Victoria has one of the best museums I have ever been to and it is great for kids.  Also, the ferry ride is a lot of fun.  When you get to Victoria, they have a small water taxi that hold about 10 people and goes around the bay.  It is cheap and fun to ride.  Take a tour of the parliament building.  It is all excellent.


----------



## BevL (Jun 13, 2007)

Your best bet for the ferry to Victoria is to cross into Canada via I-5 changing to Highway 99 once you cross the border.  Blaine is literally the border town on that route.  It's a short drive up 99 to the turnoff on HIghway 17 for the ferry out in Tsawwassen (pronounced Ta WAS sen).  Try to avoid early morning, as the traffic can be rather heavy, although it usually isn't too bad up to highway 17 where you have to get off.  As well, if you're travelling in the summer, I'd definitely suggest reservations.  You can reserve there at http://www.bcferries.com/res/

Allow enough time for border crossing as well.  It can be quite heavy during the summer.

Your children would probably enjoy the ferry ride as much as anything, it's beautiful scenery.  There is currently a Titanic exhibition in Victoria, a friend went and it's very interactive, although it may be a bit boring for children the age of yours.

Bev


----------



## travelbug (Jun 13, 2007)

I suggest coming into Seattle, spending a day here and one night.  The second day take the Victoria Clipper to Victoria.  The clipper is a passenger only boat that takes 2 hours each way.  There is early morning sailings and evening sailings so one can do Victoria in a day.  Then your choice would be to stay one more night in Seattle or drive 90 minutes back to Birch Bay.

Taking the canadian ferries is a beautiful ride, but long ferry waits.

Be sure to schedule a tour of Butchart Gardens out of Victoria.  

http://www.butchartgardens.com/ 

http://www.victoriaclipper.com/ 

A lovely day excursion from Birch Bay would be to go to Mount Baker.  There are gorgeous vistas at the mountain.  The trip is beautiful too.
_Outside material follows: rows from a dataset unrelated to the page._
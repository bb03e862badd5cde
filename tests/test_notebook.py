"""The library in a notebook: every result has to_dict() and to_dataframe(), a short repr and a compact
HTML view; plots come back as Figures and leave the backend alone."""

from __future__ import annotations

import pytest

from enumerator import analyse
from enumerator.routes.planner import RoutePlan, plan_routes
from enumerator.workflow.bands import BandsResult, MatchReport, match_spectrum, predict_spectra
from enumerator.workflow.batch import BatchResult, run_batch
from enumerator.workflow.job import JobResult, run_job
from enumerator.workflow.pipeline import Request
from enumerator.workflow.result import Result


@pytest.fixture(scope="module")
def results():
    from enumerator.parse.job import parse_job

    job = parse_job({"title": "t", "complex": [{"formula": "Ma4b2", "reporters": {"a": "CO"}}]}, "job.toml")
    return {
        "result": analyse("[RuCl2(CO)2(PPh3)2]"),
        "bands": predict_spectra(Request("[Cr(CO)5(PPh3)]")),
        "match": match_spectrum(Request("Ma4b2", reporters=(("a", "CO"),)), [1950.0]),
        "route": plan_routes("[PtCl4]2-", "cis-[PtCl2(NH3)2]"),
        "job": run_job(job),
        "batch": run_batch(["Ma5b", "[RuCl2(CO)2(PPh3)2]", "Mzz("]),
    }


@pytest.mark.parametrize("cls", [Result, BandsResult, MatchReport, RoutePlan, JobResult, BatchResult])
def test_one_naming_across_results(cls):
    for method in ("to_dict", "to_dataframe", "_repr_html_", "__repr__"):
        assert callable(getattr(cls, method)), (cls.__name__, method)


@pytest.mark.parametrize("name", ["result", "bands", "match", "route", "job", "batch"])
def test_short_repr_and_compact_html(results, name):
    r = results[name]
    assert len(repr(r)) < 120, repr(r)
    page = r._repr_html_()
    assert page.count("<table") == 1 and "<script" not in page and len(page) < 20_000


def test_tables_from_one_call(results):
    df = results["result"].to_dataframe()
    assert len(df) == 6 and "CO IR" in df  # 6 stereoisomers of [RuCl2(CO)2(PPh3)2] (from memory)
    bands = results["bands"].to_dataframe()
    # [Cr(CO)5L] (C4v): CO stretches 2A1 + B1 + E, three IR-active (Cotton, Chemical Applications of Group Theory,
    # 3rd ed., ch. 10; from memory)
    assert sorted(bands["species"]) == ["A1", "A1", "B1", "E"] and bands["IR"].sum() == 3
    match = results["match"].to_dataframe()
    # one band at 1950: trans-Ma4b2 (D4h, one IR band, Eu) ranks first (Cotton, ch. 10; from memory)
    assert match.loc[0, "point group"] == "D4h" and list(match["rank"]) == [1, 2]
    assert match["probability"].sum() == pytest.approx(1.0, abs=1e-3)  # equal priors, shares of the evidence
    route = results["route"].to_dataframe()
    # cis-[PtCl2(NH3)2] from [PtCl4]2- and two NH3 by the trans effect (Housecroft & Sharpe, 4th ed., ch. 26)
    assert route.loc[0, "reaches target"] and route.loc[0, "steps"] == 2
    job = results["job"].to_dataframe()
    assert list(job.columns[:3]) == ["label", "formula", "geometry"] and len(job) == 2


def test_result_frame_is_what_the_csv_writes(results, tmp_path):
    import pandas as pd

    from enumerator.render.tables import csv

    res = results["result"]
    p = tmp_path / "ru.csv"
    p.write_text(csv(res), encoding="utf-8")
    back = pd.read_csv(p, dtype=str, keep_default_na=False)
    df = res.to_dataframe().astype(str).replace({"None": ""})
    assert back.values.tolist() == df.values.tolist()


def test_batch_frame_has_a_row_per_input_row(results):
    df = results["batch"].to_dataframe()
    # Ma5b: one isomer on OC-6; [RuCl2(CO)2(PPh3)2]: 5 geometric isomers (from memory); 'Mzz(' is refused in its row
    assert list(df["formula"]) == ["Ma5b", "[RuCl2(CO)2(PPh3)2]", "Mzz("]
    assert list(df["geometric_isomers"][:2]) == [1, 5] and bool(df["error"][2])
You will have alot of fun here.

Marilyn


----------



## Zac495 (Jun 13, 2007)

LOVE IT! Check out my picture trail - it's all about Victoria!!! (I mean - the Victoria album.


----------



## Victoria (Jun 13, 2007)

You will love Victoria!  If you take the clipper, you will arrive in the Inner Harbour - right by the Museum and buses to Butcharts.  If you take the Tsawwasswn ferry, the one hour and forty minute cruise is much more scenic, and you will have a forty -five minute drive to downtown Victoria.  I think you will need to overnight here if you plan to do Butcharts and the BC Museum.  Right now the Titanic display is here, and it is magnificent!


----------



## MarkSilver (Jun 13, 2007)

I agree with the above information.  I live in Seattle and go to Vancouver and Victoria one a year or so.  I have a 4 and 6 year old.  Feel free to PM me, and ask specific questions.  The nice thing about taking the ferry from Twassen (sp?) is that you can make reservations, and you will know that you are getting on, versus taking the Washington State Ferry there.  You should have a GREAT time.

Mark


----------



## Canuck (Jun 13, 2007)

I grew up in Victoria and still visit family every year.  I know Victoria and Vancouver well.  I have 2 boys 6 & 8.
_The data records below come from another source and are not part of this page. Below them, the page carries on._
"""Markdown, CSV and LaTeX tables."""

from __future__ import annotations

import csv
import io
from dataclasses import dataclass, replace

import pytest

from enumerator.render.sections import Column, columns
from enumerator.render.tables import csv as to_csv
from enumerator.render.tables import latex, markdown
from enumerator.render.typeset import latex_species, latex_symbol
from enumerator.workflow.pipeline import Request, run


@pytest.mark.parametrize(
    "label, tex",
    [  # Schoenflies and Mulliken typography as printed in Cotton, Chemical Applications of Group Theory
        ("C2v", "$C_{2v}$"),
        ("D4h", "$D_{4h}$"),
        ("Oh", "$O_{h}$"),
        ("Td", "$T_{d}$"),
        ("Cs", "$C_{s}$"),
        ("C1", "$C_{1}$"),
        ("S4", "$S_{4}$"),
        ("Dinfh", "$D_{\\infty h}$"),
        ("Cinfv", "$C_{\\infty v}$"),
        ("A1g", "$A_{1g}$"),
        ("E'", "$E'$"),
        ("E''", "$E''$"),
        ("A2''", "$A_{2}''$"),
        ("T1u", "$T_{1u}$"),
        ("B2", "$B_{2}$"),
        ("E", "$E$"),
        ("Ag", "$A_{g}$"),
        ("Sigma_g+", "$\\Sigma_{g}^{+}$"),
    ],
)
def test_latex_symbols(label, tex):
    assert latex_symbol(label) == tex


def test_latex_species():
    assert latex_species("2A1 + B1 + B2") == "$2A_{1} + B_{1} + B_{2}$"
    assert latex_species("A1' + E'") == "$A_{1}' + E'$"


@dataclass(frozen=True)
class _Fake:
    """An analysis of the test's own, with columns registered the way a new stage registers them."""

    def isomer_json(self, i):
        return {}

    def top_json(self):
        return {}


@columns.register(_Fake)
def _fake_columns(a):
    return (
        Column("CO species", {"1": "A1 + E", "2": "A1"}, latex={"1": "$A_1 + E$", "2": "$A_1$"}),
        Column("note|x", {"1": 'a_b, "q"', "2": "50%"}),
    )


@pytest.fixture(scope="module")
def res():
    r = run(Request("[Fe(CN)4(CO)2]2-"))
    return replace(r, analyses=r.analyses + (_Fake(),))


def test_csv_roundtrip(res):
    text = to_csv(res)
    assert "\r\n" in text  # RFC 4180 line ends
    recs = list(csv.reader(io.StringIO(text, newline="")))
    assert recs[0][:5] == ["formula", "geometry", "isomer", "point group", "chiral"]
    data = [r for r in recs[1:] if not r[0].startswith("#")]
    assert [r[3] for r in data] == [i.point_group for i in res.isomers]
    assert 'a_b, "q"' in data[0]
    assert all(len(r) == len(recs[0]) for r in recs)
    assert any(r[0].startswith("# safety") for r in recs)  # cyanide and CO cautions


def test_latex(res):
    t = latex(res)
    for cmd in ("\\toprule", "\\midrule", "\\bottomrule", "\\begin{tabular}"):
        assert cmd in t
    assert "$C_{2v}$" in t and "$D_{4h}$" in t
    assert "$A_1 + E$" in t  # Column.latex used as given
    assert "50\\%" in t and "a\\_b" in t and "HCN" in t


def test_markdown(res):
    m = markdown(res)
    lines = m.splitlines()
    head = next(ln for ln in lines if ln.startswith("| isomer"))
    sep = lines[lines.index(head) + 1]
    assert sep.count("|") == head.count("|") - head.count("\\|")
    assert "C<sub>2v</sub>" in m and "note\\|x" in m and "Safety" in m


def test_an_analysis_without_renderers_adds_no_columns_or_sections(res):
    from enumerator.render.sections import result_sections, sections

    assert columns(object()) == () and sections(object()) == ()
    # the registered fake adds its two columns and no section
    assert [c.header for c in columns(res.analyses[-1])] == ["CO species", "note|x"]
    assert all(s.title for s in result_sections(res))


def test_json_shape_is_defined_by_the_result():
    from enumerator.render.jsonout import result_to_dict

    r = run(Request("[Fe(CN)4(CO)2]2-"))
    doc = r.to_dict()
    assert result_to_dict(r) == doc
    assert list(doc)[:9] == [
        "schema_version",
        "formula",
        "geometry",
        "geometry_reason",
        "stereoisomers",
        "geometric_isomers",
        "complete",
        "isomers",
        "notes",
    ]
    assert {"centre", "safety", "descriptor_rules", "pairs", "pair_tally"} <= set(doc)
The museum is really good, but there are MANY other things to do.  There are some great beaches (check out this website for Witty's Lagoon....great kid beach)
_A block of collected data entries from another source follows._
def test_twelve_electron_formula_counts_twelve():
    # W(0) d6 + 2 CO (2e each) + NMe3 (2e): 12 (Crabtree, ch. 2 counting); the count says so, it is not hidden
    c = count_electrons(parse_condensed("[W(CO)2(NMe3)]", RS))
    assert (c.oxidation_state, c.d_electrons, c.valence_electrons) == (0, 6, 12)


def test_dioxygen_group_is_not_two_oxido():
    # (O2) once read as two oxido ligands; O2 is not catalogued, so it is refused
    line = refusal("[Pt(PPh3)2(O2)]")
    assert "unknown ligand 'O2'" in line and "(O)2 for 2 O as separate ligands" in line


def test_greedy_reading_is_explained():
    # [OsNCl4]-: the longest spelling at N is NC (isocyanido), leaving 'l4'; the message says why
    line = refusal("[OsNCl4]-")
    assert "unknown ligand 'l4'" in line and "'NC' was read just before it" in line and "(N)Cl4" in line


# ---------------------------------------------------------------- rule 2: bare runs

# Condensed formulas of the trade that must keep parsing (common practice; each a textbook
# compound: Crabtree ch. 2-4, Greenwood & Earnshaw; 'from memory' for the exact formulas).
LEGITIMATE = [
    ("[Mn(CO)5Br]", ("Mn", 0, [("CO", 5), ("Br", 1)])),
    ("CpFe(CO)2Cl", ("Fe", 0, [("Cp", 1), ("CO", 2), ("Cl", 1)])),
    ("[RuHCl(CO)(PPh3)3]", ("Ru", 0, [("H", 1), ("Cl", 1), ("CO", 1), ("PPh3", 3)])),
    ("[PtCl2(NH3)2]", ("Pt", 0, [("Cl", 2), ("NH3", 2)])),
    ("[Co(NH3)5Cl]2+", ("Co", 2, [("NH3", 5), ("Cl", 1)])),
    ("[Fe(CN)5NO]2-", ("Fe", -2, [("CN", 5), ("NO", 1)])),
    ("HMn(CO)5", ("Mn", 0, [("H", 1), ("CO", 5)])),
    ("Cp2ZrCl2", ("Zr", 0, [("Cp", 2), ("Cl", 2)])),
    ("[PtMe2(cod)]", ("Pt", 0, [("Me", 2), ("cod", 1)])),
    ("Ni(CO)3PPh3", ("Ni", 0, [("CO", 3), ("PPh3", 1)])),
    # heads followed by halides only, or with a count before the organyl (from memory)
    ("[ReOCl4]-", ("Re", -1, [("O", 1), ("Cl", 4)])),
    ("[MoOCl4]", ("Mo", 0, [("O", 1), ("Cl", 4)])),
    ("[Os(N)Cl4]-", ("Os", -1, [("N", 1), ("Cl", 4)])),  # bare, NC (isocyanido) would be read first
    ("ReO3Me", ("Re", 0, [("O", 3), ("Me", 1)])),  # methyltrioxorhenium
    ("[ReOCl3(PPh3)2]", ("Re", 0, [("O", 1), ("Cl", 3), ("PPh3", 2)])),
    ("[MoO2Cl2]", ("Mo", 0, [("O", 2), ("Cl", 2)])),
    ("[VO(acac)2]", ("V", 0, [("O", 1), ("acac", 2)])),
    ("[PtClMe(cod)]", ("Pt", 0, [("Cl", 1), ("Me", 1), ("cod", 1)])),  # halides are not heads
    ("[Co(NH3)5OH2]3+", ("Co", 3, [("NH3", 5), ("H2O", 1)])),  # OH2 is the aqua spelling
    ("[Co(NH3)5OH]2+", ("Co", 2, [("NH3", 5), ("OH", 1)])),
    ("[Cr(CO)5NMe3]", ("Cr", 0, [("CO", 5), ("NMe3", 1)])),  # a catalogued amine, longest spelling
    ("CpFe(CO)2SPh", ("Fe", 0, [("Cp", 1), ("CO", 2), ("SPh", 1)])),
    ("[ReOCl2η5-Cp]", ("Re", 0, [("O", 1), ("Cl", 2), ("Cp", 1)])),  # a prefix ends the run
    ("[VO(OEt)3]", ("V", 0, [("O", 1), ("OEt", 3)])),  # an alkoxide after oxido is not an organyl
    ("[Os(N)(CH3)4]-", ("Os", -1, [("N", 1), ("Me", 4)])),  # every ligand in its own parentheses
]


@pytest.mark.parametrize("text, want", LEGITIMATE)
def test_condensed_notation_still_parses(text, want):
    assert parts(text) == want


# A head (a group 15/16 atom, alone or with hydrido/organyl groups) followed directly by hydrido or
# organyl ligands reads as one molecule as readily as several ligands: refused, with both writings.
AMBIGUOUS = [
    ("W(CO)5NPr3", "NPr3", 7, "(NPr3) for one ligand (not in the catalogue)", "(N)Pr3"),
    ("W(CO)5NEt2Me", "NEt2Me", 7, "(NEt2Me) for one ligand (not in the catalogue)", "(NEt2)Me"),
    ("[Mo(CO)5NH2Et]", "NH2Et", 9, "(NH2Et) for one ligand (not in the catalogue)", "(NH2)Et"),
    ("[OsNMe4]-", "NMe4", 4, "(NMe4) for one ligand (not in the catalogue)", "(N)Me4"),
    ("[W(CO)5 NEt2Me]", "NEt2Me", 9, "(NEt2Me) for one ligand", "(NEt2)Me"),
    ("[ReOCl3Me]", "OCl3Me", 4, "(OCl3Me) for one ligand", "(O)Cl3Me"),
    # parenthesised organyls after a bare head: N(CH3)3 is how trimethylamine is often written
    ("[Cr(CO)5N(CH3)3]", "N(CH3)3", 9, "(N(CH3)3) for one ligand (not in the catalogue)", "(N)(CH3)3"),
    ("[ReO(Me)4]", "O(Me)4", 4, "(O(Me)4) for one ligand", "(O)(Me)4"),
]


@pytest.mark.parametrize("text, word, pos, one, split", AMBIGUOUS)
def test_head_followed_by_organyls_is_refused(text, word, pos, one, split):
    line = refusal(text)
    assert f"'{word}' at position {pos} reads as one ligand {word} or as" in line
    assert one in line and f"or {split} for " in line and "ligands.toml under --rules DIR" in line


@pytest.mark.parametrize(
    "separate, want",
    [
        ("[Os(N)Me4]-", [("N", 1), ("Me", 4)]),
        ("W(CO)5(NEt2)Me", [("CO", 5), ("NEt2", 1), ("Me", 1)]),
        ("[Re(O)Cl3Me]", [("O", 1), ("Cl", 3), ("Me", 1)]),
    ],
)
def test_parentheses_make_the_separate_reading_explicit(separate, want):
    # the writing each refusal offers for separate ligands: a parenthesised head is explicit
    assert parts(separate)[2] == want


@pytest.mark.parametrize(
    "text, word, n, head",
    [("Cr(CO)5OMe2", "OMe2", 2, "OMe"), ("[ReOMe4]", "OMe4", 4, "OMe"), ("CpFe(CO)SPh2", "SPh2", 2, "SPh")],
)
def test_multi_atom_head_with_a_count_is_refused(text, word, n, head):
    # OMe2: two methoxido, or dimethyl ether (OEt2 is the catalogue's diethyl ether); ReOMe4: (OMe)4 or O + 4 Me
    line = refusal(text)
    assert f"'{word}'" in line and f"reads as {n} {head}" in line
    assert f"({head}){n} for {n} {head} or ({word}) for one ligand" in line
    assert parts(text.replace(word, f"({head}){n}"))[2][-1] == (head, n)


def _with_atom_ligands(tmp_path):
    """A user catalogue with phosphido P3- and sulfido S2- (ionic model, common practice), so that
    P and S are single-atom ligands as N and O are in the built-in catalogue."""
    (tmp_path / "ligands.toml").write_text(
        '[[ligand]]\nname = "P"\nlabel = "phosphido"\nsmiles = "[P-3:1]"\ndonors = ["P"]\ndenticity = 1\n'
        "charge = -3\nelectrons_covalent = 3\nelectrons_ionic = 6\n\n"
        '[[ligand]]\nname = "S"\nlabel = "sulfido"\nsmiles = "[S-2:1]"\ndonors = ["S"]\ndenticity = 1\n'
        "charge = -2\nelectrons_covalent = 2\nelectrons_ionic = 4\n",
        encoding="utf-8",
    )
    return load_rules([tmp_path])


def test_heads_from_a_user_catalogue(tmp_path):
    rs = _with_atom_ligands(tmp_path)
    # PBr2Ph: P then a halide and an organyl; SMeEt: S then two organyls: each one molecule as readily
    line = refusal("Mo(CO)5PBr2Ph", rs)
    assert "'PBr2Ph' at position 8 reads as one ligand PBr2Ph or as P (phosphido) followed by Br2Ph" in line
    assert "(P)Br2Ph for P and Br2Ph as separate ligands" in line
    assert "'SMeEt'" in refusal("Cr(CO)5SMeEt", rs)
    # a head followed by halides only stays a head plus halides; parenthesised, P is explicit
    assert parts("[MoSCl4]", rs)[2] == [("S", 1), ("Cl", 4)]
    assert parts("[Mo(P)Cl2Ph(CO)2]", rs)[2] == [("P", 1), ("Cl", 2), ("Ph", 1), ("CO", 2)]


def test_mn_mo_mg_heads_with_a_catalogue_group_are_real_formulas():
    # 'Mo(CO)3(PPP)' once read as the letter notation (M, a ligand 'o', a chelate 'CO', a chelate 'PPP')
    with pytest.raises(InputError) as exc:
        parse_formula("Mo(CO)3(PPP)", RS)
    assert "unknown ligand 'PPP'" in exc.value.line()
    assert parse_formula("Mn(AA)2b2", RS).metal == "M"  # the letter notation where no group is a ligand


# ---------------------------------------------------------------- rule 3: hapticity picks the entry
http://www.explorevancouverisland.com/Wittys_Lagoon_Vancouver_Island_BC.htm, 

the Inner Harbor is fun the and the little mini ferry is great with kids.  Also, down on the dock in the Inner Harbor there is usually entertainers performing, the Empress Hotel (across from the Harbor) is lovely and has afternoon tea (great for little girls), Beacon Hill Park is fun and there is a petting zoo on the grounds.  The Break Water is fun to walk along as long as your kids are "jumpers".  Beacon Drive Inn has the BEST soft serve ice cream!


----------



## marcmuff (Jun 13, 2007)

We spent a week at Birch Bay last October.  We went to Victoria one day, Vancouver one day and several places in Washington.  I have 11 albums of pictures of our trip on my webshots website.  Click on the webshots link below.


----------



## hsintang (Jun 13, 2007)

Thank you all for these wonderful tips and suggestions.  It will take me a while to digest  

Yvette


----------



## hsintang (Jun 13, 2007)

Thanks for Muriel and Ellen's photo albums.  Is it possible to do Victoria in a day?  Is parking a problem for the popular tourist spots?  

Yvette


----------



## hsintang (Jun 14, 2007)

travelbug said:


> The clipper is a passenger only boat that takes 2 hours each way.  Marilyn



Will you be able to tour Victoria without a car??

Yvette


----------



## Canuck (Jun 14, 2007)

If you stay in the Harbour area you can walk. The museum is in this area as well....but a car would be better.  Parking can be a difficult but we have always lucked out and found a spot.


----------



## Victoria (Jun 14, 2007)

You will not need a car for a one or two day visit.  There are double decker buses to the gardens, the museum is right downtown, and that is where the clipper docks.  The whale watching tours leave from there as well.  If you have a car, I would use the parkades  downtown for parking.  That way you do not have to keep checking back to feed the hungry meters.  Have fun!


----------



## hsintang (Jun 14, 2007)

Victoria said:


> You will not need a car for a one or two day visit.  There are double decker buses to the gardens, the museum is right downtown, and that is where the clipper docks.  The whale watching tours leave from there as well.  If you have a car, I would use the parkades  downtown for parking.  That way you do not have to keep checking back to feed the hungry meters.  Have fun!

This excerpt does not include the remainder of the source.